I learned something chasing a carburetor problem with my Kohler Engine that I thought would be important to share here, since some of you helped me chase the problem. The governor seemed to constantly want to hunt, in so weakening the strength of the engine and regularly getting behind and bogged down while trying to cut on a hill side. I of course made sure fresh clean gas was in the tank, new fuel filter and made sure there was good flow out of the fuel pump. I replaced the fuel pump with a new one to make sure that optimum fuel was being delivered to the carburetor. I had the carburetor looked at by a two professional small engine guys. Both exclaimed how clean it appeared to be. I put on a new air filter. I played with the governor spring. When none of these things made one bit of difference I purchased a new carburetor. That did not make a difference at all.
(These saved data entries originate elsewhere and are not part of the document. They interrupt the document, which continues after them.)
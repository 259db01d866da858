/**
 * Node-side files for notebooks and scripts ("fringekit/files"): read a profile from a path,
 * write a results file atomically (folders created), read one back. The library itself (src/)
 * never touches the file system.
 */
import { mkdir, readFile } from "node:fs/promises";
import path from "node:path";
import { readProfile, type ProfileOptions } from "../../src/io/readProfile.js";
import type { LoadedProfile } from "../../src/io/parseTable.js";
import { parseResults, type DocumentOptions, type ResultsDocument } from "../../src/report/results/resultsDocument.js";
import { InvalidArgumentError } from "../../src/errors.js";
import { writeFileAtomic } from "../figures/atomicWrite.js";

/**
 * Reads a data file (text table, PNG or TIFF frame) into a profile; the file's name (without
 * folders) becomes the profile's source unless options.source says otherwise.
 * @param file    path of the data file; it is only read, never written
 * @param options column choice, units, pixel pitch (m), ROI, dark and flat frames (see readProfile)
 * @example const { profile } = await loadProfile("data/line.csv"); // x in m
 */
export async function loadProfile(file: string, options: ProfileOptions = {}): Promise<LoadedProfile> {
  const bytes = await readFile(file);
  return readProfile(bytes, { source: path.basename(file), ...options });
}

/** Anything that writes its results file: a Fit, a Comparison, or a ResultsDocument's text. */
export interface HasResultsText {
  toResultsText(options?: DocumentOptions): string;
}

/**
 * Writes the results file of a fit or comparison (JSON, see parseResults) atomically, creating
 * its folders: readers see the old file or the complete new one, never a part.
 * @param what   a Fit (from fitProfile) or a Comparison (from compare)
 * @param file   target path, e.g. "out/results/first-fit.json"
 * @param options derived quantities, notes, seeds to record beside the fits
 * @returns the path written
 */
export async function saveResults(what: HasResultsText, file: string, options: DocumentOptions = {}): Promise<string> {
  if (!what || typeof what.toResultsText !== "function") {
    throw new InvalidArgumentError("results", typeof what, "a fit from fitProfile or a comparison from compare");
  }
  await mkdir(path.dirname(path.resolve(file)), { recursive: true });
  await writeFileAtomic(file, what.toResultsText(options));
  return file;
}

/**
 * Reads a results file written by saveResults (or `fringekit fit --out`).
 * @throws DataError naming the file when it is not a fringekit results file of a readable version
 */
export async function loadResults(file: string): Promise<ResultsDocument> {
  return parseResults(await readFile(file, "utf8"), path.basename(file));
}

/**
 * Writes a text file (e.g. a summary) atomically, creating its folders.
 * @returns the path written
 */
export async function saveText(file: string, text: string): Promise<string> {
  if (typeof text !== "string") throw new InvalidArgumentError("text", typeof text, "a string");
  await mkdir(path.dirname(path.resolve(file)), { recursive: true });
  await writeFileAtomic(file, text);
  return file;
}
Finally someone recommended tightening the manifold that goes from the carburetor to the left intake manifold. This required taking off the top engine cover which was not a huge deal. It just required taking off a few external things to the engine and dealing with some cranky bolts. The left intake bolts were not extremely loose, however they did turn a bit and guess what, the hunting went away. So my lesson learned is check the manifold bolts of your older engines after you have checked easy issues like is fuel getting to the carb, and is the carb clean, before you go out and start swapping parts, it may save you a considerable amount of time and money.


----------



## rsmith335 (Jun 2, 2010)

Thanks for the info!


----------